The reply should hold only the lines from the one with "SymbolSequence; setup: Setup;" through the end of the data, each given exactly.

┏━━

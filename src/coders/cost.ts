import { addCounts, addSteps, type OperationCounts } from '../models/counting-tally.ts';
import type { SymbolSequence } from '../symbols/sequence.ts';
import type { Setup } from './contract.ts';

/**
 * What a coder takes at one end of a device, in bytes, as an exported form with these tables would be laid out. A table's
 * integers have 1, 2 or 4 bytes each, as few as its largest possible value needs, and none where only 0 is possible.
 */
export interface EndCost {
  /** Tables; exact for the layout that the coder states. */
  readonly flashBytes: number;
  /** State, the coder's own buffers, and a bound on its stack; measured or estimated as the code is. */
  readonly ramBytes: number;
  /** Machine code: measured where a coder can be exported (cost-measured.ts), else an estimate, see {@link CodeEstimate}. */
  readonly codeBytes: number;
}

/** A figure for each end. */
export interface BothEnds<T> {
  readonly encoder: T;
  readonly decoder: T;
}

/** Operations counted over a sequence, for each end. */
export type EndOperations = BothEnds<OperationCounts>;

/**
 * Machine code and stack of a compact C form, estimated: its statements counted from the description of the method, at three
 * instructions a statement and 4 bytes an instruction, rounded up to 16 bytes; stack: a frame of 32 bytes a nested
 * call. Common practice, no source; a compiler's own figure replaces it where there is one.
 */
export interface CodeEstimate {
  readonly statements: number;
  readonly nestedCalls: number;
}

const BYTES_A_STATEMENT = 12;
const BYTES_A_FRAME = 32;

const codeBytesOf = ({ statements }: CodeEstimate): number =>
  Math.ceil((statements * BYTES_A_STATEMENT) / 16) * 16;

const stackBytesOf = ({ nestedCalls }: CodeEstimate): number => nestedCalls * BYTES_A_FRAME;

/** Bytes of an unsigned integer up to `greatest`, below 2^32: 0, 1, 2 or 4. */
export function integerBytes(greatest: number): number {
  if (greatest === 0) return 0;
  if (greatest < 2 ** 8) return 1;
  return greatest < 2 ** 16 ? 2 : 4;
}

/** The cost of an end with this much of each. */
export function endCost(flashBytes: number, stateBytes: number, code: CodeEstimate): EndCost {
  return {
    flashBytes,
    ramBytes: stateBytes + stackBytesOf(code),
    codeBytes: codeBytesOf(code),
  };
}

/** The greater of each figure: what an end needs that meets both. */
export function mostOf(a: EndCost, b: EndCost): EndCost {
  return {
    flashBytes: Math.max(a.flashBytes, b.flashBytes),
    ramBytes: Math.max(a.ramBytes, b.ramBytes),
    codeBytes: Math.max(a.codeBytes, b.codeBytes),
  };
}

/** Both costs together: what an end needs that has both. */
export function sumOf(a: EndCost, b: EndCost): EndCost {
  return {
    flashBytes: a.flashBytes + b.flashBytes,
    ramBytes: a.ramBytes + b.ramBytes,
    codeBytes: a.codeBytes + b.codeBytes,
  };
}

/** A step around a coder: its tables, state and code beside those of the coder inside. */
export function extraCost(flashBytes: number, stateBytes: number, statements: number): EndCost {
  return endCost(flashBytes, stateBytes, { statements, nestedCalls: 0 });
}

/** `combine` at either end. */
export function atBothEnds<T>(
  a: BothEnds<T>,
  b: BothEnds<T>,
  combine: (a: T, b: T) => T,
): BothEnds<T> {
  return { encoder: combine(a.encoder, b.encoder), decoder: combine(a.decoder, b.decoder) };
}

/** Operations over several sequences together. */
export const addOperations = (a: EndOperations, b: EndOperations): EndOperations =>
  atBothEnds(a, b, addCounts);

/** Operations over the same symbols, which go through both; see {@link addSteps}. */
export const stackOperations = (a: EndOperations, b: EndOperations): EndOperations =>
  atBothEnds(a, b, addSteps);

/** Keeps the last result, so that costs and operations of the same unit are found in one pass. */
export function remembered<T>(
  make: (sequence: SymbolSequence, setup: Setup) => T,
): (sequence: SymbolSequence, setup: Setup) => T {
  let last: { sequence: SymbolSequence; setup: Setup; result: T } | undefined;
  return (sequence, setup) => {
    if (last?.sequence !== sequence || last.setup !== setup)
      last = { sequence, setup, result: make(sequence, setup) };
    return last.result;
  };
}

┗━━

_Reply to the task_
  let last: { sequence: SymbolSequence; setup: Setup; result: T } | undefined;
  return (sequence, setup) => {
    if (last?.sequence !== sequence || last.setup !== setup)
      last = { sequence, setup, result: make(sequence, setup) };
    return last.result;
  };
}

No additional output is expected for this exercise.